▶ Goal of the exercise:
Your output should be the lines of the data that follow, reproduced exactly from the first through the line bearing "test('a full mask".

Saved entries:
- Opening Delimiter -
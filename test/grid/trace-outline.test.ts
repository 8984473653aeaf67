import assert from 'node:assert/strict';
import { test } from 'node:test';
import type { Grid } from '../../src/grid/maps.ts';
import { traceOutline } from '../../src/grid/trace-outline.ts';
import type { TracedRing } from '../../src/grid/trace-outline.ts';
import { layerMask } from '../../src/read/footprint.ts';
import { seededRandom } from '../../src/stats/random.ts';

const grid = (columns: number, rows: number, pitchXM = 1, pitchYM = 1): Grid => ({ columns, rows, pitchXM, pitchYM });
const draw = (columns: number, rows: number, at: (c: number, r: number) => boolean) =>
  Uint8Array.from({ length: columns * rows }, (_, i) => (at(i % columns, Math.floor(i / columns)) ? 1 : 0));

/** Signed area by the shoelace formula; positive = anticlockwise with y up. */
function area(ring: TracedRing): number {
  let twice = 0;
  for (let k = 0; k + 1 < ring.length; k++) twice += ring[k]![0] * ring[k + 1]![1] - ring[k + 1]![0] * ring[k]![1];
  return twice / 2;
}

const filled = (g: Grid, polygons: readonly TracedRing[][]) => layerMask(g, polygons.map((rings) => ({ layer: 'barrier' as const, rings })), 'barrier').data;
const differing = (a: Uint8Array, b: Uint8Array) => a.reduce((sum, value, i) => sum + (value === b[i] ? 0 : 1), 0);

test('a full mask is the map itself: four corners, anticlockwise, closed', () => {
  const [polygon, ...others] = traceOutline(new Uint8Array(6 * 4).fill(1), grid(6, 4, 0.5, 0.25));
  assert.deepEqual(others, []);
  assert.equal(polygon!.length, 1);
  const ring = polygon![0]!;
  assert.equal(ring.length, 5);
  assert.deepEqual(ring[0], ring[4]);
  assert.deepEqual(ring.slice(0, 4).map(String).sort(), ['0,0', '0,1', '3,0', '3,1']);
  assert.equal(area(ring), 3);
});

test('an empty mask has no outline', () => {
  assert.deepEqual(traceOutline(new Uint8Array(20), grid(5, 4)), []);
});

test('row 0 is the top: the upper half of the map has the higher y', () => {
  const ring = traceOutline(draw(20, 20, (_, r) => r < 10), grid(20, 20))[0]![0]!;
  assert.deepEqual(ring.slice(0, -1).map(String).sort(), ['0,10', '0,20', '20,10', '20,20']);
});

test('a hole is a clockwise ring behind the outer one and stays a hole when filled again', () => {
  const g = grid(40, 30, 2, 1);
  const mask = draw(40, 30, (c, r) => c < 35 && !(c >= 10 && c < 20 && r >= 8 && r < 20));
  const polygons = traceOutline(mask, g);
  assert.equal(polygons.length, 1);
  const [outer, hole, ...more] = polygons[0]!;
  assert.deepEqual(more, []);
  assert.equal(area(outer!), 35 * 30 * 2);
  assert.equal(area(hole!), -10 * 12 * 2);
  assert.deepEqual(filled(g, polygons), mask);
});

test('a slanted border keeps a third of its stairs at most and its area is right within a hundredth', () => {
  const g = grid(200, 160);
  const mask = draw(200, 160, (c, r) => c + 0.5 > 0.37 * (r + 0.5) + 40);
  const [[ring]] = traceOutline(mask, g) as [[TracedRing]];
  const stairs = traceOutline(mask, g, { tolerancePx: 1e-9 })[0]![0]!.length;
  assert.ok(stairs > 100 && ring.length <= stairs / 3, `${ring.length} of ${stairs} points`);
  // [F] trapezium: (200 − 40)·160 − 0.37·160²/2.
  const wanted = 160 * 160 - (0.37 * 160 * 160) / 2;
  assert.ok(Math.abs(area(ring) / wanted - 1) < 0.01, `${area(ring)} for ${wanted}`);
  assert.ok(differing(filled(g, [[ring]]), mask) <= 160);
});

test('two patches are two polygons, each with its own hole', () => {
  const ringed = (c: number, r: number, c0: number) => Math.hypot(c - c0, r - 20) < 15 && Math.hypot(c - c0, r - 20) > 6;
  const mask = draw(80, 40, (c, r) => ringed(c, r, 20) || ringed(c, r, 60));
  const polygons = traceOutline(mask, grid(80, 40));
  assert.deepEqual(polygons.map((polygon) => polygon.length), [2, 2]);
  for (const [outer, hole] of polygons) {
    assert.ok(area(outer!) > 0 && area(hole!) < 0);
    assert.ok(Math.abs(area(outer!) / (Math.PI * 15 ** 2) - 1) < 0.05);
    assert.ok(Math.abs(area(hole!) / (-Math.PI * 6.25 ** 2) - 1) < 0.1);
  }
});

test('a ragged border is thinned until the vertices suffice', () => {
  const random = seededRandom('ragged');
  const edge = Float64Array.from({ length: 600 }, () => 200 + 12 * random.normal());
  const g = grid(600, 400);
  const mask = draw(600, 400, (c, r) => r > edge[c]!);
  const count = (polygons: readonly TracedRing[][]) => polygons.flat().reduce((sum, ring) => sum + ring.length - 1, 0);
  assert.ok(count(traceOutline(mask, g, { mostVertices: 1e6 })) > 500, 'the case needs thinning');
  const thinned = traceOutline(mask, g);
  assert.ok(count(thinned) <= 500);
  for (const ring of thinned.flat()) assert.ok(ring.length >= 4);
  const total = thinned.flat().reduce((sum, ring) => sum + area(ring), 0);
  const pixels = mask.reduce((sum, value) => sum + value, 0);
  assert.ok(Math.abs(total / pixels - 1) < 0.05, `${total} for ${pixels}`);
});

test('a mask of the wrong size is refused', () => {
  assert.throws(() => traceOutline(new Uint8Array(7), grid(2, 3)), RangeError);
});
- Closing Delimiter -
▶ Answer to the exercise:
filename test/grid/trace-outline.test.ts
repository 8984473653aeaf67
import assert from 'node:assert/strict';
import { test } from 'node:test';
import type { Grid } from '../../src/grid/maps.ts';
import { traceOutline } from '../../src/grid/trace-outline.ts';
import type { TracedRing } from '../../src/grid/trace-outline.ts';
import { layerMask } from '../../src/read/footprint.ts';
import { seededRandom } from '../../src/stats/random.ts';

const grid = (columns: number, rows: number, pitchXM = 1, pitchYM = 1): Grid => ({ columns, rows, pitchXM, pitchYM });
const draw = (columns: number, rows: number, at: (c: number, r: number) => boolean) =>
  Uint8Array.from({ length: columns * rows }, (_, i) => (at(i % columns, Math.floor(i / columns)) ? 1 : 0));

/** Signed area by the shoelace formula; positive = anticlockwise with y up. */
function area(ring: TracedRing): number {
  let twice = 0;
  for (let k = 0; k + 1 < ring.length; k++) twice += ring[k]![0] * ring[k + 1]![1] - ring[k + 1]![0] * ring[k]![1];
  return twice / 2;
}

const filled = (g: Grid, polygons: readonly TracedRing[][]) => layerMask(g, polygons.map((rings) => ({ layer: 'barrier' as const, rings })), 'barrier').data;
const differing = (a: Uint8Array, b: Uint8Array) => a.reduce((sum, value, i) => sum + (value === b[i] ? 0 : 1), 0);

test('a full mask is the map itself: four corners, anticlockwise, closed', () => {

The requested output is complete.